Le ministre de l'intérieur français Gérald Darmanin confirme ses intentions de « sévir contre les délinquants étrangers » et cela malgré la polémique qu'il a suscitée suite à l’arrestation et l’expulsion d’un suspect algérien dans l'affaire de l'agression de policiers survenue à Lyon. Un suspect qui a été finalement mis hors de cause et que le ministre veut toujours expulser. Ce mardi 26 juillet, Gérald Darmanin a annoncé sur RTL, la présentation d'une loi pour lever les obstacles législatifs empêchant l'expulsion du territoire des étrangers délinquants.

Le ministre de l'Intérieur français a donc affirmé que dès la rentrée sociale du mois de septembre il va présenter une loi pour  lever « toutes les réserves » à ces expulsions. Exprimant sa détermination à aller jusqu'au bout de sa logique, malgré les réactions d'autres partis politiques et de la société civile, le ministre déclare : « notre main ne tremble pas ». Gérald Darmanin explique que cette nouvelle loi fera en sorte que même le fait « d'avoir contracté un mariage » ou d'être arrivé sur le territoire « avant un certain âge » ne va pas constituer un obstacle à l'expulsion.

La France a augmenté les expulsions au premier semestre 2022

Dans la même émission, le ministre a défendu son bilan. Il a affirmé qu'il y avait eu des progrès « depuis deux ans », date de sa prise de fonction, dans l'application des Ordonnances de quitter le territoire français (OQTF). Il a indiqué qu' « au premier semestre (2022), on a augmenté de 25 % les expulsions ». Darmanin révèle que son département a délivré  9 685 sorties du territoire (éloignements forcés et aidés). « On a augmenté de 50 % vers certains pays du Maghreb et d'Afrique ».
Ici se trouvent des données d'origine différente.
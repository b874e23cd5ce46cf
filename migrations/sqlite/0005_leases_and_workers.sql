-- Schema version 5: many processes on one queue. A claim is a lease that
-- its holder renews; one that lapses puts the evaluation back. Workers
-- report themselves, and an evaluation may ask for workers with labels.

ALTER TABLE evaluations ADD COLUMN lease_expires_ms INTEGER; -- while running: until when the claim holds (Unix ms, which compare exactly)
ALTER TABLE evaluations ADD COLUMN worker_id BLOB;          -- the worker running it, or that last ran it

-- `runs_on` as rows, one `key=value` per row, so a claim can match labels in SQL.
CREATE TABLE evaluation_labels (
    evaluation_id  BLOB NOT NULL REFERENCES evaluations(id) ON DELETE CASCADE,
    label          TEXT NOT NULL,
    PRIMARY KEY (evaluation_id, label)
);

CREATE TABLE workers (
    id             BLOB PRIMARY KEY,
    hostname       TEXT NOT NULL,
    cpu            TEXT NOT NULL,
    labels         TEXT NOT NULL,       -- JSON object of strings
    started_at     TEXT NOT NULL,
    heartbeat_ms   INTEGER NOT NULL,    -- Unix ms, which compare exactly
    pid            INTEGER NOT NULL,    -- its process, valid on `host_key`
    host_key       TEXT NOT NULL,       -- boot id and pid namespace: a process that is gone there holds no lease
    evaluation_id  BLOB                 -- what it runs now; not a foreign key: evaluations may be deleted
);

CREATE INDEX workers_by_heartbeat ON workers (heartbeat_ms);
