-- Schema version 4: access tokens, and who created and canceled each
-- evaluation. A token's secret is kept only as its SHA-256.

CREATE TABLE tokens (
    id             BLOB PRIMARY KEY,
    name           TEXT NOT NULL UNIQUE,
    role           TEXT NOT NULL CHECK (role IN ('reader', 'submitter', 'maintainer', 'admin')),
    project        TEXT NOT NULL,      -- a project name, or '*' for all
    secret_sha256  TEXT NOT NULL UNIQUE,
    created_at     TEXT NOT NULL,
    revoked_at     TEXT
);

ALTER TABLE evaluations ADD COLUMN created_by TEXT;
ALTER TABLE evaluations ADD COLUMN canceled_by TEXT;
-- The baseline an evaluation compares with, beside its request, so that a
-- model in use can be found without reading JSON.
ALTER TABLE evaluations ADD COLUMN baseline_id BLOB REFERENCES models(id);

-- A deleted model or set keeps its row, so that finished evaluations still
-- name it; only its file goes. A new upload of the same bytes revives it.
ALTER TABLE models ADD COLUMN deleted_at TEXT;
ALTER TABLE datasets ADD COLUMN deleted_at TEXT;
Il faut souligner que Gérald Darmanin est le ministre qui suscite le plus de polémique avec ses positions anti-immigration. La dernière en date est relative à un tweet sur l'expulsion d'un algérien en situation irrégulière interpellé après l'attaque de deux policiers à Lyon. Même si la personne avait été mise hors de cause, le ministre avait ensuite précisé, toujours sur Twitter, qu'elle était « connu[e] pour de nombreuses mises en cause : vol, violences, menace de mort sur personne dépositaire de l'autorité publique, détention de drogues, violences en réunion... ». Des déclarations dénoncées par plusieurs partis et personnalités politiques qui ont affirmé que la France doit rester un État de droit et que ce ministre doit respecter la séparation des pouvoirs et laisser la justice s'exprimer avant de prendre des décisions.